Jakob Herzl, agora um respeitado membro da comunidade, vivia nesse ambiente de renovação e possibilidades. A cidade, com suas pontes majestosas que cruzavam o Danúbio e seus cafés elegantes onde as ideias de igualdade fluíam tão livremente quanto o café fresco da manhã, era o cenário perfeito para uma vida judaica “light”.
Ele, assim como muitos outros judeus da época, viu-se gradualmente afastando dos costumes ortodoxos de seu pai à medida que a cidade evoluía diante de seus olhos. Budapeste era um centro de contrastes, onde a tradição judaica secular se entrelaçava com as oportunidades oferecidas pela modernidade. Apesar de Jakob ter abandonado alguma das tradições mais rígidas, ele ainda mantinha sua conexão com a comunidade judaica. Nos feriados, frequentava a grandiosa sinagoga de Tabakstrass, que diferente dos templos da Alemanha, mantinha os costumes ortodoxos.
O orgulho de Jakob, no entanto, residia em seu filho, Theodor Herzl. O jovem Theodor havia crescido em Budapeste e estudado até os 10 anos em colégio judaico. Era um garoto brilhante, que se destacava na escola e demonstrava um interesse pela tradição judaica, um interesse que iria moldar sua personalidade. Durante sua infância, a história do êxodo do Egito deixou uma profunda impressão em Theodor. No entanto, a maneira como a história foi contada pelo professor, de forma seca e fria, o deixou desiludido.
“Eu observava o professor enquanto ele contava a história da saída de Israel do Egito, da escravidão para a redenção, das trevas para a luz, e seu rosto estava tão tranquilo e pacífico – uma maneira vista apenas quando se relata eventos mundanos que não importam. Deve ser, eu me disse, que toda a história deste evento é apenas uma ficção, coisas que nunca aconteceram e foram inventadas apenas para torturar as almas de crianças como eu”
Aos doze anos, quando Theodor Herzl se aproximava de seu Bar Mitzvá, ele mergulhou nas páginas de um livro em alemão que continha a história do Messias, o futuro rei de Israel, cuja chegada estava associada à imagem de um homem humilde montado em um burro. Contudo, as informações sobre essa lenda estavam fragmentadas, deixando-o com a sensação de que algo essencial estava ausente. Apesar dessa lacuna, aquele fragmento da narrativa messiânica acendeu sua imaginação de maneira singular.
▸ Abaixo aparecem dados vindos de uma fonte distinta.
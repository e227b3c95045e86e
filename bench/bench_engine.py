"""Engine benchmark: exact totals against OpenTURNS, simulation speed, memory, far tails.

Run: .venv/bin/python bench/bench_engine.py   (prints one table)
"""

from __future__ import annotations

import math
import sys
import time
import tracemalloc
from pathlib import Path

import numpy as np
import openturns as ot

sys.path.insert(0, str(Path(__file__).resolve().parents[1]))

from engine.exact.convolution import exact_total
from engine.families.distributions import Lognormal, Triangular
from engine.simulation.replicates import simulate

Q = np.arange(1, 100) / 100
rows: list[tuple[str, str, str]] = []


def best_of(fn, repeat: int = 3) -> tuple[float, object]:
    best, out = math.inf, None
    for _ in range(repeat):
        t0 = time.perf_counter()
        out = fn()
        best = min(best, time.perf_counter() - t0)
    return best, out


def triangular_items(n: int, seed: int) -> list[tuple[float, float, float]]:
    rng = np.random.default_rng(seed)
    low = rng.uniform(50, 1000, n)
    mode = low + rng.uniform(0, 200, n)
    return list(zip(low, mode, mode + rng.uniform(10, 800, n), strict=True))


def exact_vs_openturns(n: int) -> None:
    spec = triangular_items(n, seed=n)
    ours = [Triangular(*t) for t in spec]

    def theirs():
        dist = ot.LinearCombinationDistribution([ot.Triangular(*t) for t in spec], [1.0] * n)
        return np.array([dist.computeQuantile(float(q))[0] for q in Q])

    t_ours, total = best_of(lambda: exact_total(ours).ppf(Q))
    t_ot, ref = best_of(theirs)
    sd = math.sqrt(sum(d.variance for d in ours))
    gap = float(np.max(np.abs(total - ref))) / sd
    rows.append(
        (
            f"exact, {n} triangular",
            f"ours {t_ours:.3f} s, OpenTURNS {t_ot:.3f} s",
            f"time ratio {t_ours / t_ot:.2f}; largest P1..P99 gap {gap:.1e} sd",
        )
    )


def simulation_speed() -> None:
    dists = [Triangular(*t) for t in triangular_items(100, seed=7)]
    t, _ = best_of(lambda: simulate(dists, trials=100_000, seed=1, sampling="lhs"))
    rows.append(("simulation, 100 items x 100k LHS", f"{t:.3f} s", "target < 0.5 s"))


def peak_memory() -> None:
    dists = [Triangular(*t) for t in triangular_items(500, seed=500)]
    tracemalloc.start()
    exact_total(dists)
    exact_peak = tracemalloc.get_traced_memory()[1]
    tracemalloc.reset_peak()
    simulate(dists[:100], trials=100_000, seed=1)
    sim_peak = tracemalloc.get_traced_memory()[1]
    tracemalloc.stop()
    rows.append(
        (
            "peak memory (tracemalloc)",
            f"exact 500 items {exact_peak / 2**20:.1f} MiB",
            f"simulation 100 x 100k {sim_peak / 2**20:.1f} MiB",
        )
    )


def heavy_lognormal_tail(trials: int = 20_000_000, chunk: int = 2_000_000) -> None:
    # six lognormals stated by P10 and P90 with P90/P10 ratios 8..15 (invented)
    ratios = [8, 9, 10, 12, 14, 15]
    medians = [100, 250, 60, 400, 30, 150]
    z90 = 1.2815515655446004
    params = [(math.log(m), math.log(r) / (2 * z90)) for m, r in zip(medians, ratios, strict=True)]
    ours = exact_total([Lognormal(mu, s) for mu, s in params]).ppf(np.array([0.9, 0.99]))
    ot_dist = ot.LinearCombinationDistribution([ot.LogNormal(mu, s) for mu, s in params], [1.0] * 6)
    theirs = np.array([ot_dist.computeQuantile(q)[0] for q in (0.9, 0.99)])
    rng = np.random.default_rng(20260101)
    parts = []
    for _ in range(trials // chunk):
        x = np.zeros(chunk)
        for mu, s in params:
            x += rng.lognormal(mu, s, chunk)
        parts.append(np.quantile(x, [0.9, 0.99]))  # chunk quantiles: their spread is the SE
    per_chunk = np.array(parts)
    ref = per_chunk.mean(axis=0)
    se = per_chunk.std(axis=0, ddof=1) / math.sqrt(len(parts))
    for i, level in enumerate(("P90", "P99")):
        rows.append(
            (
                f"6 heavy lognormals {level}",
                f"simulation {ref[i]:,.1f} (SE {se[i]:.1f}, {trials / 1e6:.0f}M)",
                f"ours {100 * (ours[i] / ref[i] - 1):+.3f}%, OpenTURNS {100 * (theirs[i] / ref[i] - 1):+.3f}%",
            )
        )


def main() -> None:
    exact_vs_openturns(50)
    exact_vs_openturns(500)
    simulation_speed()
    peak_memory()
    heavy_lognormal_tail()
    widths = [max(len(r[i]) for r in rows) for i in range(3)]
    for r in rows:
        print("  ".join(c.ljust(w) for c, w in zip(r, widths, strict=True)))


if __name__ == "__main__":
    main()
Foi durante uma noite permeada por inquietação que Theodor Herzl teve um sonho misterioso. Nele, o Rei Messias apareceu, exibindo uma aura de dignidade e glória. Com ternura, ergueu o jovem Theodor em seus braços e juntos alçaram voo nas asas do vento. Em meio a uma nuvem resplandecente, de beleza inefável, encontraram a figura de Moisés, cuja aparência lembrava a escultura de Michelangelo. Desde a infância, Herzl tinha uma afinidade com as imagens dessa estátua.
O Messias dirigiu-se a Moisés com estas palavras enigmáticas: “Por esta criança, eu orei!” Em seguida, voltou-se para Theodor e pronunciou um chamado significativo: “Vá e anuncie aos judeus que em breve retornarei, realizando maravilhas para o meu povo e para o mundo todo!” Quando Theodor acordou, ele se deparou com a dura realidade de que tudo não passara de um sonho.[1]
Infelizmente, a época do Bar Mitzvá[2] marcou o ponto de inflexão no relacionamento de Herzl com o judaísmo. Com uma solenidade tocante, Theodor subiu ao púlpito diante da Torá, a antiga e sagrada escritura, e leu a haftará, uma passagem das escrituras proféticas. O desempenho do jovem era motivo de profundo orgulho para seu pai, Jakob, cujos olhos se encheram de lágrimas enquanto testemunhava a conexão do filho com as raízes, uma celebração da herança que havia permeado gerações de sua família. No entanto, esse momento marcante também representava o começo de uma nova fase na vida de Theodor, à medida que ele enfrentava a transição para a idade adulta e começava a considerar questões que tinham relevância no mundo real, distantes das fantasias e das histórias míticas de sua infância.
As preocupações e incertezas de Theodor Herzl cresciam à medida que ele enfrentava o desafio de encontrar seu lugar no mundo que se modernizava rapidamente. Ele vivia com a constante apreensão de não ser totalmente aceito na sociedade predominantemente cristã e, muitas vezes, era assombrado por questionamentos internos pessoais.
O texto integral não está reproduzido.